Do You Really Have A HA Issue?

I tend to be involved in many HA related issues, as is the nature of my current work agreement. The interesting part is that roughly 85% of all the “HA” issues are performance issues (with 10-12% being config issues and the last 3-5% being truly HA issues). Whether this is an FCI, AG, Replication, some combination of the aforementioned… overwhelming majority of root causes is lack of performance. Excluding FCIs, AGs and Replication are extra parts of the high availability puzzle in that they have their own processes, threads, and queues which have their own workflow and are a net add to the amount of work the system must complete. When the system is already running at or near capacity, adding on these items is not “free” in the sense of performance. These additions can easily cause a system on the verge of overload to tip and become a dumpster fire in mere seconds.

The largest tell, outside of having high cpu or low memory indicators is the signal_wait times in your wait stats coupled with the belief that hyperthreaded cores are full execution units and using HT magically doubles the workload that can be completed (spoiler: it isn’t, and it doesn’t). If there are high signal waits then we’re having issues getting runtime on a cpu – now there are many reasons for that, not just high cpu – and scheduler health may need to be checked, however, if we’re waiting to be scheduled and we’re using a technology such as Availability Groups then logically there will be extra waiting for any steps the Availability Group needs to perform, such as synchronous commit code. A quick example is let’s say the average wait time to be scheduled on a cpu is 5ms, in a vacuum that’s not a large amount of time. If your queries are able to run in less than a second, you might not even notice that these waits are occurring as the impact might not be very large to these individual queries or executions. Now, add in an Availability Group with a synchronous commit partner, where there are multiple asynchronous threads, queues, and steps to get the data captured, packaged up, sent across the network, response received, update internal data, signal other threads of the new harden. Phew. If we’re adding 5ms to each of those steps, we’re quickly adding in another 100 or so milliseconds, so now wonder we’re going to see hadr_sync_commit waits. This doesn’t mean there is an issue with the Availability Group because we see the waits, but that’s how this specific wait (just as an example as this is the most obvious AG wait) is impacted. This can have a downstream effect of having longer query DML execution times, which might hold up other processes – and this can spiral quite quickly.
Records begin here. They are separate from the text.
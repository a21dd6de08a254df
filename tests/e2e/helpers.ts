// Shared set-up of the browser tests: where the site runs (the runner sets
// E2E_BASE_URL), where screenshots go, Debian's Chromium started headless as
// the machine requires, and the sign-in form filled in.
import fs from 'node:fs';
import path from 'node:path';
import { chromium, type Browser, type Page } from 'playwright-core';

export const baseURL = process.env.E2E_BASE_URL ?? 'http://127.0.0.1:5490';
export const artifacts = path.resolve('artifacts/e2e');
export const password = 'modewright-demo';
export const courseTitle = 'Data-Driven Dynamics Studio';

/** Headless Debian Chromium (no downloaded browser), with the screenshot folder made. */
export async function launchBrowser(): Promise<Browser> {
  fs.mkdirSync(artifacts, { recursive: true });
  return chromium.launch({
    executablePath: process.env.CHROMIUM_PATH ?? '/usr/bin/chromium',
    args: ['--no-sandbox', '--disable-background-networking', '--disable-gpu', '--disable-component-update', '--no-first-run', '--disable-sync'],
  });
}

/** Fill in and send the sign-in form on the page that shows it. */
export async function submitSignIn(page: Page, email: string, pass = password): Promise<void> {
  await page.getByLabel('E-mail').fill(email);
  await page.getByLabel('Password').fill(pass);
  await page.getByRole('button', { name: 'Sign in' }).click();
}

/**
 * A new browser context signed in as `email` with the demo course open; `failures` collects uncaught page errors.
 * `acceptDownloads` for tests that save the student's files.
 */
export async function openDemoCourse(
  browser: Browser,
  email: string,
  { width = 1280, acceptDownloads = false }: { width?: number; acceptDownloads?: boolean } = {},
): Promise<{ page: Page; failures: string[] }> {
  const context = await browser.newContext({ baseURL, viewport: { width, height: 900 }, acceptDownloads });
  const page = await context.newPage();
  const failures: string[] = [];
  page.on('pageerror', (e) => failures.push(e.message));
  await page.goto('/');
  await submitSignIn(page, email);
  await page.getByRole('heading', { name: 'Your courses' }).waitFor();
  await page.getByRole('link', { name: new RegExp(courseTitle) }).click();
  await page.getByRole('heading', { name: courseTitle, level: 1 }).waitFor();
  return { page, failures };
}

/** The text of the elements an input's aria-describedby points at (hint and error), joined by " | ". */
export function descriptionOf(page: Page, label: string): Promise<string> {
  return page.getByLabel(label, { exact: true }).evaluate((el) =>
    (el.getAttribute('aria-describedby') ?? '')
      .split(/\s+/)
      .filter(Boolean)
      .map((id) => document.getElementById(id)?.textContent ?? '')
      .join(' | '),
  );
}
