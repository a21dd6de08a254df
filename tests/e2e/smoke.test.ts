// Browser smoke test: the built site, served by the real server against the
// seeded test database (the runner sets E2E_BASE_URL). Checks the demo data
// described in DEVELOPERS.md ("Demo accounts"): invented scenario data, so
// the expectations are facts of this project, not of any outside source.
import fs from 'node:fs';
import path from 'node:path';
import { afterAll, beforeAll, describe, expect, it } from 'vitest';
import { chromium, type Browser, type Page } from 'playwright-core';

const baseURL = process.env.E2E_BASE_URL ?? 'http://127.0.0.1:5490';
const artifacts = path.resolve('artifacts/e2e');
const password = 'modewright-demo';
const courseTitle = 'Data-Driven Dynamics Studio';

let browser: Browser;

beforeAll(async () => {
  fs.mkdirSync(artifacts, { recursive: true });
  browser = await chromium.launch({
    executablePath: process.env.CHROMIUM_PATH ?? '/usr/bin/chromium',
    args: ['--no-sandbox', '--disable-background-networking', '--disable-gpu', '--disable-component-update', '--no-first-run', '--disable-sync'],
  });
});

afterAll(async () => {
  await browser?.close();
});

async function signIn(email: string): Promise<Page> {
  const context = await browser.newContext({ baseURL, viewport: { width: 1280, height: 860 } });
  const page = await context.newPage();
  const failures: string[] = [];
  page.on('pageerror', (e) => failures.push(e.message));
  await page.goto('/');
  await page.getByRole('heading', { name: 'Sign in' }).waitFor();
  await page.getByLabel('E-mail').fill(email);
  await page.getByLabel('Password').fill(password);
  await page.getByRole('button', { name: 'Sign in' }).click();
  await page.getByRole('heading', { name: 'Your courses' }).waitFor();
  expect(failures).toEqual([]);
  return page;
}

describe('browser smoke test', () => {
  it('shows a clear error for a wrong password and stays on the sign-in page', async () => {
    const context = await browser.newContext({ baseURL });
    const page = await context.newPage();
    await page.goto('/');
    await page.getByLabel('E-mail').fill('mara@modewright.test');
    await page.getByLabel('Password').fill('not-the-password');
    await page.getByRole('button', { name: 'Sign in' }).click();
    const alert = page.getByRole('alert');
    await alert.waitFor();
    expect(await alert.innerText()).toMatch(/could not sign you in/i);
    expect(await page.getByRole('heading', { name: 'Your courses' }).count()).toBe(0);
    await context.close();
  });

  it('instructor sees the course with her role, the members table and the join code', async () => {
    const page = await signIn('mara@modewright.test');
    await expect.poll(() => page.getByRole('banner').innerText()).toContain('Mara Lindqvist');

    const row = page.getByRole('link', { name: new RegExp(courseTitle) });
    await row.waitFor();
    expect(await row.innerText()).toContain('Instructor');
    await page.screenshot({ path: path.join(artifacts, 'course-list.png'), fullPage: true });

    await row.click();
    await page.getByRole('heading', { name: courseTitle, level: 1 }).waitFor();
    const table = page.getByRole('table', { name: 'Course members' });
    await table.waitFor();
    const rows = table.locator('tbody tr');
    await expect.poll(() => rows.count()).toBeGreaterThan(2);
    const text = await table.innerText();
    expect(text).toContain('Teaching assistant');
    expect(text).toContain('Student');
    expect(text).toContain('Tomasz Wrenfield');
    expect(text).toContain('Priya Halvorsen');

    // The join code panel belongs to instructors.
    expect(await page.locator('#join-code-value').innerText()).toBe('ORBIT-4821');

    // Filtering narrows the table to the matching people.
    await page.getByLabel('Filter members').fill('priya');
    await expect.poll(() => rows.count()).toBe(1);
    expect(await rows.first().innerText()).toContain('priya@modewright.test');
    await page.getByLabel('Filter members').fill('');

    await page.screenshot({ path: path.join(artifacts, 'course-page.png'), fullPage: true });
    await page.context().close();
  });

  it('student sees her own enrollment and no members table', async () => {
    const page = await signIn('priya@modewright.test');
    const row = page.getByRole('link', { name: new RegExp(courseTitle) });
    await row.waitFor();
    expect(await row.innerText()).toContain('Student');
    await row.click();
    await page.getByRole('heading', { name: 'Your enrollment' }).waitFor();
    const card = page.locator('section', { has: page.getByRole('heading', { name: 'Your enrollment' }) });
    expect(await card.innerText()).toMatch(/Role\s+Student/);
    expect(await card.innerText()).toMatch(/Enrolled since\s+\d{1,2} [A-Z][a-z]{2} \d{4}/);
    expect(await page.getByRole('table').count()).toBe(0);
    expect(await page.locator('#join-code-value').count()).toBe(0);
    await page.screenshot({ path: path.join(artifacts, 'student-course-page.png'), fullPage: true });

    // Signing out returns to the sign-in page.
    await page.getByRole('button', { name: 'Sign out' }).click();
    await page.getByRole('heading', { name: 'Sign in' }).waitFor();
    await page.context().close();
  });
});
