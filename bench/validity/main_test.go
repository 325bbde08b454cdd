package main

import (
	"encoding/json"
	"math"
	"os"
	"path/filepath"
	"reflect"
	"strings"
	"testing"
)

func TestMedian(t *testing.T) {
	for _, c := range []struct {
		in   []float64
		want float64
	}{
		{[]float64{3}, 3},
		{[]float64{5, 1, 3}, 3},
		{[]float64{4, 1, 3, 2}, 2.5},
	} {
		if got := median(c.in); got != c.want {
			t.Errorf("median(%v) = %g, want %g", c.in, got, c.want)
		}
	}
	if !math.IsNaN(median(nil)) {
		t.Error("median of nothing is not NaN")
	}
}

// TestMatchSignal checks that the matched continuous networks' true edges
// are as strong as the binary ones by the oracle's median |z|, and that
// weights were scaled down to get there (a binary child carries less
// information per row than a continuous one with unit noise: common
// practice).
func TestMatchSignal(t *testing.T) {
	for _, strength := range []struct {
		name   string
		lo, hi float64
	}{{"weak", 0.15, 0.4}, {"strong", 0.4, 1}} {
		b := setting{kind: "binary", n: 300, p: 12, parents: 2, lo: strength.lo, hi: strength.hi, strength: strength.name}
		c := b
		c.kind, c.match = "continuous", &b
		m, target, _ := matchSignal(c)
		if got := medianOracleZ(m); math.Abs(got/target-1) > 0.01 {
			t.Errorf("%s: matched median |z| %.3f, binary %.3f", strength.name, got, target)
		}
		if !(m.scale > 0 && m.scale < 1) {
			t.Errorf("%s: weights scaled by %g", strength.name, m.scale)
		}
	}
}

// TestRecordsRoundTrip checks that outcomes written by -raw read back the
// same, unknown values included, and that merging counts a repeated
// network once.
func TestRecordsRoundTrip(t *testing.T) {
	in := []record{
		{Setting: "binary n=200", Kind: "binary", Procedure: "one-SE rule", Seed: 1,
			outcome: outcome{precision: 0.5, recall: math.NaN(), f1: 0.25, falseBinary: 2, binaryNodes: 7, seconds: 1.5,
				freqs: []float64{0.6, 1}, truths: []bool{false, true}, oracleZ: []float64{2.5}}},
		{Setting: "binary n=200", Kind: "binary", Procedure: "one-SE rule", Seed: 2, outcome: outcome{precision: 1}},
	}
	path := filepath.Join(t.TempDir(), "raw.jsonl")
	f, err := os.Create(path)
	if err != nil {
		t.Fatal(err)
	}
	enc := json.NewEncoder(f)
	for _, r := range append(in, in[0]) {
		if err := enc.Encode(r); err != nil {
			t.Fatal(err)
		}
	}
	f.Close()
	out, err := readRecords(path)
	if err != nil {
		t.Fatal(err)
	}
	out = dedupe(out)
	if len(out) != 2 {
		t.Fatalf("%d records after dedupe, want 2", len(out))
	}
	a, b := in[0], out[0]
	if a.Setting != b.Setting || a.Seed != b.Seed || a.precision != b.precision || !math.IsNaN(b.recall) ||
		a.falseBinary != b.falseBinary || a.binaryNodes != b.binaryNodes || !reflect.DeepEqual(a.freqs, b.freqs) ||
		!reflect.DeepEqual(a.truths, b.truths) || !reflect.DeepEqual(a.oracleZ, b.oracleZ) {
		t.Errorf("read back %+v, wrote %+v", b, a)
	}
	var sb strings.Builder
	report(&sb, out, nil)
	if !strings.Contains(sb.String(), "| binary n=200 (2) | one-SE rule | 0.750 ± 0.250 |") {
		t.Errorf("table:\n%s", sb.String())
	}
}

// TestMatched checks the binary-against-continuous table: settings paired
// by sizes and signal under the same procedure, the false parents per
// child and F1 as means over networks, and the difference's standard error
// (the two standard errors in quadrature), worked by hand.
func TestMatched(t *testing.T) {
	bin := func(seed, falseParents int, f1 float64) record {
		return record{Setting: "binary n=10 p=5 2 parents weak", Kind: "binary", Procedure: "rule", Seed: seed,
			outcome: outcome{falseBinary: falseParents, binaryNodes: 4, f1: f1, recall: 0.5}}
	}
	cont := func(seed, falseParents int, f1 float64) record {
		return record{Setting: "continuous n=10 p=5 2 parents weak, weights ×0.200 to match binary", Kind: "continuous", Procedure: "rule", Seed: seed,
			outcome: outcome{falseContinuous: falseParents, contNode: 4, f1: f1, recall: 0.5}}
	}
	recs := []record{
		bin(1, 0, 0.5), bin(2, 2, 0.7), cont(1, 0, 0.4), cont(2, 0, 0.4),
		// No partner: another procedure, and a setting of other sizes.
		{Setting: "binary n=10 p=5 2 parents weak", Kind: "binary", Procedure: "other", Seed: 1, outcome: outcome{binaryNodes: 4}},
		{Setting: "continuous n=20 p=5 2 parents weak", Kind: "continuous", Procedure: "rule", Seed: 1, outcome: outcome{contNode: 4}},
		// Not of the same signal: the standard suite's unscaled weights.
		{Setting: "continuous n=10 p=5 2 parents weak", Kind: "continuous", Procedure: "rule", Seed: 1, outcome: outcome{contNode: 4, falseContinuous: 4}},
	}
	pairs := matchedPairs(recs)
	if len(pairs) != 1 || pairs[0].setting != "n=10 p=5 2 parents weak" || pairs[0].procedure != "rule" ||
		len(pairs[0].binary) != 2 || len(pairs[0].continuous) != 2 {
		t.Fatalf("pairs %+v", pairs)
	}
	var b strings.Builder
	printMatched(&b, recs)
	// False parents per child: binary 0 and 0.5, mean 0.25, SE 0.25;
	// continuous 0, SE 0; difference +0.25 ± 0.25. F1: binary 0.6 ± 0.1,
	// continuous 0.4 ± 0: +0.2 ± 0.1, two standard errors exactly (not
	// marked either way).
	want := "| n=10 p=5 2 parents weak | rule | 0.250 / 0.000 | +0.250 ± 0.250 | 0.600 / 0.400 | +0.200 ± 0.100 |"
	if !strings.Contains(b.String(), want) {
		t.Errorf("table\n%s\nwant the row\n%s", b.String(), want)
	}
}
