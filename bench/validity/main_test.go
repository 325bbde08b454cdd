package main

import (
	"math"
	"testing"
)

func TestMedian(t *testing.T) {
	for _, c := range []struct {
		in   []float64
		want float64
	}{
		{[]float64{3}, 3},
		{[]float64{5, 1, 3}, 3},
		{[]float64{4, 1, 3, 2}, 2.5},
	} {
		if got := median(c.in); got != c.want {
			t.Errorf("median(%v) = %g, want %g", c.in, got, c.want)
		}
	}
	if !math.IsNaN(median(nil)) {
		t.Error("median of nothing is not NaN")
	}
}

// TestMatchSignal checks that the matched continuous networks' true edges
// are as strong as the binary ones by the oracle's median |z|, and that
// weights were scaled down to get there (a binary child carries less
// information per row than a continuous one with unit noise: common
// practice).
func TestMatchSignal(t *testing.T) {
	for _, strength := range []struct {
		name   string
		lo, hi float64
	}{{"weak", 0.15, 0.4}, {"strong", 0.4, 1}} {
		b := setting{kind: "binary", n: 300, p: 12, parents: 2, lo: strength.lo, hi: strength.hi, strength: strength.name}
		c := b
		c.kind, c.match = "continuous", &b
		m, target := matchSignal(c)
		if got := medianOracleZ(m); math.Abs(got/target-1) > 0.01 {
			t.Errorf("%s: matched median |z| %.3f, binary %.3f", strength.name, got, target)
		}
		if !(m.scale > 0 && m.scale < 1) {
			t.Errorf("%s: weights scaled by %g", strength.name, m.scale)
		}
	}
}
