func printRow(w io.Writer, s string, name string, os []outcome) {
	col := func(f func(o outcome) float64) string {
		xs := make([]float64, len(os))
		for i, o := range os {
			xs[i] = f(o)
		}
		m, se := meanSE(xs)
		return fmt.Sprintf("%.3f ± %.3f", m, se)
	}
	var fb, fc, nb, nc int
	var secs float64
	for _, o := range os {
		fb += o.falseBinary
		fc += o.falseContinuous
		nb += o.binaryNodes
		nc += o.contNode
		secs += o.seconds
	}
	ratio := func(a, b int) string {
		if b == 0 {
			return "–"
		}
		return fmt.Sprintf("%.3f", float64(a)/float64(b))
	}
	var zs []float64
	for _, o := range os {
		zs = append(zs, o.oracleZ...)
	}
	fmt.Fprintf(w, "| %s | %s | %s | %s | %s | %s / %s | %.1f | %.2f |\n", s, name,
		col(func(o outcome) float64 { return o.precision }), col(func(o outcome) float64 { return o.recall }),
		col(func(o outcome) float64 { return o.f1 }), ratio(fb, nb), ratio(fc, nc), median(zs), secs/float64(len(os)))
}
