"""Order tracking: 1x, 2x, 3x phasors per revolution by least squares in the shaft-angle domain.

Model for the samples y(t) of one pickup in revolution r (shaft angle theta(t) from
:mod:`trueturn.dsp.shaft`, t the sample's tick including the ADC aperture delay):

    y(t) = d_r + sum_h [a_rh cos(h theta) + b_rh sin(h theta)]            (synchronous, per rev)
              + sum_f [u_f cos(2 pi f t) + v_f sin(2 pi f t)]             (known tones, per block)
              + noise

The per-revolution part is the order-tracked signal; the second part models known
non-synchronous tones (mains hum at the line frequency and twice it) as nuisance terms
shared by the whole window, so a hum 10 Hz from 1x at ten times its size does not leak
into the 1x vector. The tone coefficients are estimated over the whole window with the
synchronous part held common to all its revolutions (so a hum only 1 Hz from 1x, as on an
induction motor, is still told apart once the window spans a few beats); the
per-revolution vectors are then the least-squares fit of each revolution with the fitted
tones removed (Frisch-Waugh-Lovell partition). All of it comes from per-revolution normal
equations, built and solved in batched calls, and a few small sums.
Ordinary least squares with white noise is the maximum-likelihood estimator, so the 1x
phase reaches the Cramér-Rao bound (tests/test_dsp_order.py, bench/bench_dsp.py).

Phasor convention (:mod:`trueturn.angles`): order h is ``c_h = a_h + i b_h``, i.e.
``y = |c| cos(h theta - arg c)``, so ``arg c_1`` is the lag of the 1x positive peak after
the tach edge. References: Kay, Fundamentals of Statistical Signal Processing: Estimation
Theory (1993), ch. 4 and 8 (linear model, least squares); Fyfe & Munck, "Analysis of
computed order tracking", Mech. Syst. Signal Process. 11(2), 1997 (angle-domain resampling,
here replaced by fitting directly at the sample angles).
"""

from __future__ import annotations

import math
from dataclasses import dataclass, field

import numpy as np

# A nuisance tone whose energy is half explained by the window's synchronous model (it lies
# within about half a beat per window of an order, e.g. 3000 rpm on 50 Hz mains) cannot be
# told apart from that order without inflating its error; it is dropped and reported.
MIN_NUISANCE_KEPT_FRACTION = 0.5
# Summing groups of samples (fit_blocks ``group``) keeps at least this many sums per
# revolution: the 1x keeps > 99 % of its information, 3x > 96 % (sinc^2 of 1/20 and 3/20).
MIN_GROUPS_PER_REV = 20
MAX_GROUP = 4


def group_for(samples_per_rev: float) -> int:
    """The number of samples summed per fitted value.

    Up to ``MAX_GROUP`` (4), doubling while at least ``MIN_GROUPS_PER_REV`` (20) sums per
    revolution remain: the 1x then keeps over 99 % of its information (sinc^2 of 1/20).

    Parameters
    ----------
    samples_per_rev : float
        Samples of one pickup per revolution.

    Returns
    -------
    int
        1, 2 or 4.

    References
    ----------
    .. [3] Sum of a geometric progression of phasors, ``sum_k exp(i b k) = exp(i b (n-1)/2)
       sin(n b/2) / sin(b/2)`` (Dirichlet kernel; common practice, no source): the sums of
       ``group`` samples obey the same linear model, weighted 1/n.
    """
    group = 1
    while group < MAX_GROUP and samples_per_rev >= 2 * group * MIN_GROUPS_PER_REV:
        group *= 2
    return group


@dataclass(frozen=True)
class BlockFit:
    """Per-revolution sufficient statistics of one pickup (R revolutions, p = 1 + 2 orders
    revolution columns, q = 2 tones nuisance columns).

    ``coef_y`` (R, p): per-revolution coefficients without nuisance terms; ``coef_n``
    (R, p, q): the per-revolution fit of each nuisance column; ``schur_nn`` (R, q, q) and
    ``schur_ny`` (R, q): nuisance normal equations after removing each revolution's own fit;
    ``resid_yy`` (R,): residual energy without nuisance terms; ``gram_aa`` (R, p, p),
    ``gram_an`` (R, p, q), ``gram_nn`` (R, q, q), ``gram_ay`` (R, p), ``gram_ny`` (R, q): the raw
    normal-equation blocks; ``sample_counts`` (R,) samples and ``observations`` (R,) values
    fitted (samples, or sums of samples: :func:`fit_blocks`).
    """

    orders: tuple[int, ...]
    nuisance_hz: tuple[float, ...]
    coef_y: np.ndarray
    coef_n: np.ndarray
    schur_nn: np.ndarray
    schur_ny: np.ndarray
    resid_yy: np.ndarray
    gram_aa: np.ndarray
    gram_an: np.ndarray
    gram_nn: np.ndarray
    gram_ay: np.ndarray
    gram_ny: np.ndarray
    sample_counts: np.ndarray
    observations: np.ndarray

    @property
    def revolutions(self) -> int:
        return int(self.coef_y.shape[0])
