def _mains_state(f: Finding) -> str:
    """A blocking ``order_on_mains`` on the 1x: "beyond" when the beat is too slow to wait
    out (``revolutions_needed`` over ``revolutions_max``), "waiting" while the live meter
    gathers the revolutions (``revolutions_held``); else ""."""
    needed = f.details.get("revolutions_needed")
    most = f.details.get("revolutions_max")
    if not f.blocking or most is None:
        return ""
    if needed is None or needed > most:  # (None: no beat at all)
        return "beyond"
    return "waiting" if "revolutions_held" in f.details else ""


def _mains_apart(f: Finding) -> str:
    """"1x 0.4 Hz from the 60 Hz hum" (the 1x from the line itself)."""
    return f"1x {_n(f, 'offset_hz'):.2g} Hz from the {_n(f, 'hum_hz'):g} Hz hum"


def unique(findings: Iterable[Finding]) -> list[Finding]:
    """Findings without repeats, in order (a stream finding shared by every pickup is listed once).

    Parameters
    ----------
    findings : iterable of Finding
        The findings, possibly repeated.

    Returns
    -------
    list of Finding
        The first of each equal finding, in order.

    References
    ----------
    .. [1] The finding codes and their JSON form: dsp/README.md, "Findings" (ours; no external
       source).
    """
    seen: list[Finding] = []
    for f in findings:
        if f not in seen:
            seen.append(f)
    return seen
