/* The very first instructions after the reset vector: optiboot (Uno, newer Nano) clears MCUSR
 * and passes its old value in r2 (from memory: optiboot 5 and later); nothing has touched r2
 * yet here. */
void tt_save_r2(void) __attribute__((naked, used, section(".init0")));
void tt_save_r2(void)
{
    __asm__ __volatile__("sts %0, r2" : "=m"(g_boot_r2));
}

/* Runs before main: keep MCUSR and stop a watchdog left running (a watchdog reset leaves it
 * on at 16 ms, and a bootloader may jump here without stopping it; avr-libc <avr/wdt.h>
 * documentation). WDRF must be cleared before WDE can be. */
void tt_early_init(void) __attribute__((naked, used, section(".init3")));
void tt_early_init(void)
{
    g_boot_mcusr = MCUSR;
    MCUSR = 0;
    wdt_disable();
}

/* The watchdog in interrupt mode only (WDIE, never WDE), 250 ms: a stall is caught by its
 * interrupt, never by a chip reset (ATmega328P datasheet, "Watchdog Timer": interrupt mode). */
static void watchdog_interrupt_mode(void)
{
    ATOMIC_BLOCK(ATOMIC_RESTORESTATE) {
        wdt_reset();
        WDTCSR = _BV(WDCE) | _BV(WDE);
        WDTCSR = _BV(WDIE) | _BV(WDP2); /* 32K cycles of the 128 kHz oscillator = 0.25 s */
    }
}

/* ---------------- interrupt handlers ---------------- */

/* The main loop has not fed the watchdog for 250 ms (or gave up a transmit wait): leave a
 * marker, put every peripheral this firmware uses back to its reset state and start again at
 * the reset vector. The firmware starts afresh (RAM initialised, identity with reset_flags
 * stall_restart), but no chip reset happens, so no bootloader runs. */
ISR(WDT_vect)
{
    tt_marker_set(&g_marker, g_stall_site);
    wdt_disable();
    UCSR0B = 0;
    ADCSRA = _BV(ADIF);
    ADCSRB = 0;
    ADMUX = 0;
    DIDR0 = 0;
    TIMSK1 = 0;
    TCCR1B = 0;
    TCCR1A = 0;
    TCNT1 = 0;
    OCR1A = 0;
    OCR1B = 0;
    TIFR1 = _BV(ICF1) | _BV(OCF1B) | _BV(OCF1A) | _BV(TOV1);
    PORTB = 0;
    DDRB = 0;
    __asm__ __volatile__("jmp 0");
    for (;;) {
    }
}

ISR(TIMER1_OVF_vect)
{
    g_t1_overflows++;
}

/* Tach edge. Hold-off: the capture interrupt is switched off after an accepted edge and
 * back on by compare match A a fraction of the last period later (core/tt_tachq.h), so a
 * chattering input (a comparator without hysteresis on a slow mark edge, a noisy cable)
 * costs one interrupt per revolution instead of a storm that starves the ADC handler. */
ISR(TIMER1_CAPT_vect)
{
    /* ICF1 was cleared as this vector was taken: set again means a second edge came since and
     * overwrote ICR1 before it is read here (the first edge's time is lost) */
    uint8_t overwritten = (TIFR1 & _BV(ICF1)) != 0;
    uint16_t icr = ICR1;
    uint8_t pending = (TIFR1 & _BV(TOV1)) != 0;
    uint32_t tick = tt_extend_ticks(g_t1_overflows, icr, pending);
    OCR1A = (uint16_t)(icr + tt_tach_holdoff_ticks(tick - g_tach_last_tick));
    TIFR1 = overwritten ? (uint8_t)(_BV(OCF1A) | _BV(ICF1)) : (uint8_t)_BV(OCF1A);
    TIMSK1 = _BV(TOIE1) | _BV(OCIE1A);
    g_tach_last_tick = tick;
    if (overwritten) {
        g_capture_overwrites++;
        g_error_flags |= TT_EF_CAPTURE_OVERWRITE;
        g_stream_fault = 1;
    }
    if (tt_tachq_put(&g_tach, tick)) {
        g_error_flags |= TT_EF_TACH_OVERRUN;
        g_stream_fault = 1;
    }
}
Deciding to add high availability to a system might be done at the business level, but it also needs to be checked at a server performance level to see if it is viable. Too many times I see broad generalizations of “performance” which aren’t rooted in reality or not even knowing the performance health of your systems, which lead to poor choices in the HA space and ultimately a worse situation. If you don’t want downtime due to crap performance, make sure you’re not falling into many of the performance traps and are keeping an eye on your server and tuning/capacity planning accordingly.